What is the hardware spec (RAM, OS)?
CentOS Linux release 7.8.2003
Steps to reproduce the issue (command/config used to run Dgraph).
Start dgraph cluster (3 alpha nodes, 1 zero) after bulk loading data and it cannot rebalance.
Expected behaviour and actual result.
Expected behavior is to rebalance successfully.
Actual behavior is timeout after 20m and alpha nodes are unable to rebalance predicates.
Logs:
I0731 12:38:43.646333 1 tablet.go:108] Going to move predicate: [Name], size: [43 GB] from group 1 to 2
I0731 12:38:43.646608 1 tablet.go:135] Starting move: predicate:"Name" source_gid:1 dest_gid:2 txn_ts:82001
E0731 12:58:43.645868 1 tablet.go:70] while calling MovePredicate: rpc error: code = DeadlineExceeded desc = context deadline exceeded
It seems fine. But separately we should investigate why the rebalancing after the bulk load is needed at all. The bulk loader does something similar to rebalancing so it shouldn’t be needed.

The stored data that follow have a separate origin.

import type { TemperatureGrade, TractionGrade } from "../types";
import { addSpan, endOf, endsChunk, glued, numAt, skipPunct, startOf, wordAt, type Draft, type Reader } from "./reader";

export const TRACTION: ReadonlySet<string> = new Set<TractionGrade>(["AA", "A", "B", "C"]);
export const TEMPERATURE: ReadonlySet<string> = new Set<TemperatureGrade>(["A", "B", "C"]);

const conflict = (label: string, kept: number | string, value: number | string): string =>
  `Two ${label} grades are marked (${kept} and ${value}); ${kept} is used.`;

// One setter per grade, each keeping the first one marked, rather than one taking the field's name:
// reading and writing the draft by a computed key took about a fifth of the time of reading "500 A A".
function setTreadwear(d: Draft, value: number): void {
  if (d.treadwear === null) d.treadwear = value;
  else if (d.treadwear !== value) d.warnings.push(conflict("treadwear", d.treadwear, value));
}

function setTraction(d: Draft, grade: TractionGrade): void {
  if (d.traction === null) d.traction = grade;
  else if (d.traction !== grade) d.warnings.push(conflict("traction", d.traction, grade));
}

function setTemperature(d: Draft, grade: TemperatureGrade): void {
  if (d.temperature === null) d.temperature = grade;
  else if (d.temperature !== grade) d.warnings.push(conflict("temperature", d.temperature, grade));
}

/** Records the three grades written together in [start, end): "500 A A", "500AA A". */
export function recordGrades(d: Draft, treadwear: number, traction: TractionGrade, temperature: TemperatureGrade, start: number, end: number): void {
  setTreadwear(d, treadwear);
  setTraction(d, traction);
  setTemperature(d, temperature);
  d.spans.push({ part: "utqg", start, end });
}

/** Records one grade after its word, in [start, end): "TREADWEAR 500", "TRACTION A", "TEMP B". */
export function recordTreadwear(d: Draft, value: number, start: number, end: number): void {
  setTreadwear(d, value);
  d.spans.push({ part: "utqg", start, end });
}

export function recordTraction(d: Draft, grade: TractionGrade, start: number, end: number): void {
  setTraction(d, grade);
  d.spans.push({ part: "utqg", start, end });
}

export function recordTemperature(d: Draft, grade: TemperatureGrade, start: number, end: number): void {
  setTemperature(d, grade);
  d.spans.push({ part: "utqg", start, end });
}

/** Traction then temperature grade from the words at k: "AA A", "A A", "AAA", "AB". */
function grades(r: Reader, k: number): { traction: string; temperature: string; next: number } | null {
  const w = wordAt(r, k);
  if (w === undefined || w.length > 3) return null;
  const second = wordAt(r, k + 1);
  if (w.length <= 2 && second?.length === 1 && !glued(r, k + 1)) return { traction: w, temperature: second, next: k + 2 };
  if (w.length === 1) return null;
  return { traction: w.slice(0, -1), temperature: w.slice(-1), next: k + 1 };
}

/** Treadwear number then grades without keywords: "500 A A", "500AA A", "UTQG 500 AA A". */
export function readUtqgGrades(r: Reader, i: number): number {
  const tw = numAt(r, i);
  if (!tw?.plain || tw.text.length < 2 || tw.text.length > 4) return 0;
  const g = grades(r, i + 1);
  if (!g || !TRACTION.has(g.traction) || !TEMPERATURE.has(g.temperature) || !endsChunk(r, g.next)) return 0;
  recordGrades(r.draft, tw.value, g.traction as TractionGrade, g.temperature as TemperatureGrade, startOf(r, i), endOf(r, g.next));
  return g.next;
}

/** "TREADWEAR 500", "TRACTION AA", "TEMPERATURE A" (or "TEMP A"), in any order; "UTQG" before bare grades. */
export function readUtqgWords(r: Reader, i: number): number {
  const key = wordAt(r, i);
  const j = skipPunct(r, i + 1, ":");
  if (key === "UTQG") {
    const end = readUtqgGrades(r, j);
    if (end > 0) addSpan(r, "utqg", i, i + 1);
    return end;
  }
  if (!endsChunk(r, j + 1)) return 0;
  const start = startOf(r, i);
  if (key === "TREADWEAR") {
    const n = numAt(r, j);
    if (!n?.plain) return 0;
    recordTreadwear(r.draft, n.value, start, endOf(r, j + 1));
  } else {
    const grade = wordAt(r, j) ?? "";
    if (key === "TRACTION" && TRACTION.has(grade)) recordTraction(r.draft, grade as TractionGrade, start, endOf(r, j + 1));
    else if ((key === "TEMPERATURE" || key === "TEMP") && TEMPERATURE.has(grade)) recordTemperature(r.draft, grade as TemperatureGrade, start, endOf(r, j + 1));
    else return 0;
  }
  return j + 1;
}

Yes, 2 hours is enough time to rebalance for our graph. I guess it could be a command line option since there are probably graphs larger than ours out there…
The specific predicate that it rebalances is Name, which is shared across all types. So every node in the graph has one. I dont know if that helps with why it is trying to rebalance in the first place.